### WORK REQUEST
Retype the whole of the data exactly.

+--

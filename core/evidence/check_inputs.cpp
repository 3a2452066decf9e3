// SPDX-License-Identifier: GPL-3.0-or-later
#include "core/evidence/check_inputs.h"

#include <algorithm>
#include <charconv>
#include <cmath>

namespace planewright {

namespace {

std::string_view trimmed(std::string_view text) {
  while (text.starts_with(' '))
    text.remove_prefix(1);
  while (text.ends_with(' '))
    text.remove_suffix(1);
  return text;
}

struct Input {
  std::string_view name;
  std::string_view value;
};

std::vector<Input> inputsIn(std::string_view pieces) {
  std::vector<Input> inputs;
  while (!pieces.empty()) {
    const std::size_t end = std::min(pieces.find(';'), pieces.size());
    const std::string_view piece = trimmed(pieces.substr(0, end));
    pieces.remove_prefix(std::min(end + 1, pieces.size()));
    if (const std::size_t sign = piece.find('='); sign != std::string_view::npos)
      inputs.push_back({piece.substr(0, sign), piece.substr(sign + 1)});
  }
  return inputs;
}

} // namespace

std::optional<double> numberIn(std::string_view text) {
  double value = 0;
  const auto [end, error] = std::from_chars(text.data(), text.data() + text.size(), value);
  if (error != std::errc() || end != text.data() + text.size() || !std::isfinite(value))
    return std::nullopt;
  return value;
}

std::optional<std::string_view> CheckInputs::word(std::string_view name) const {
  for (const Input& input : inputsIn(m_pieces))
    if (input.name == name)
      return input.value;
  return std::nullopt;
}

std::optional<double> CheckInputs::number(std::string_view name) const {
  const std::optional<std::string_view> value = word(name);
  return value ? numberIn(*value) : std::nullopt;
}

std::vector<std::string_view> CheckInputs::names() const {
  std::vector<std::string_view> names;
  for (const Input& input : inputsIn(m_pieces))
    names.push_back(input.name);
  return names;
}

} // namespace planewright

+--

### TASK ANSWER
filename core/evidence/check_inputs.cpp
repository 3a2452066decf9e3
// SPDX-License-Identifier: GPL-3.0-or-later
#include "core/evidence/check_inputs.h"

#include <algorithm>
#include <charconv>
#include <cmath>

namespace planewright {

namespace {

std::string_view trimmed(std::string_view text) {
  while (text.starts_with(' '))
    text.remove_prefix(1);
  while (text.ends_with(' '))
    text.remove_suffix(1);
  return text;
}

struct Input {
  std::string_view name;
  std::string_view value;
};

std::vector<Input> inputsIn(std::string_view pieces) {
  std::vector<Input> inputs;
  while (!pieces.empty()) {
    const std::size_t end = std::min(pieces.find(';'), pieces.size());
    const std::string_view piece = trimmed(pieces.substr(0, end));
    pieces.remove_prefix(std::min(end + 1, pieces.size()));
    if (const std::size_t sign = piece.find('='); sign != std::string_view::npos)
      inputs.push_back({piece.substr(0, sign), piece.substr(sign + 1)});
  }
  return inputs;
}

} // namespace

std::optional<double> numberIn(std::string_view text) {
  double value = 0;
  const auto [end, error] = std::from_chars(text.data(), text.data() + text.size(), value);
  if (error != std::errc() || end != text.data() + text.size() || !std::isfinite(value))
    return std::nullopt;
  return value;
}

std::optional<std::string_view> CheckInputs::word(std::string_view name) const {
  for (const Input& input : inputsIn(m_pieces))
    if (input.name == name)
      return input.value;
  return std::nullopt;
}

std::optional<double> CheckInputs::number(std::string_view name) const {
  const std::optional<std::string_view> value = word(name);
  return value ? numberIn(*value) : std::nullopt;
}

std::vector<std::string_view> CheckInputs::names() const {
  std::vector<std::string_view> names;
  for (const Input& input : inputsIn(m_pieces))
    names.push_back(input.name);
  return names;
}

} // namespace planewright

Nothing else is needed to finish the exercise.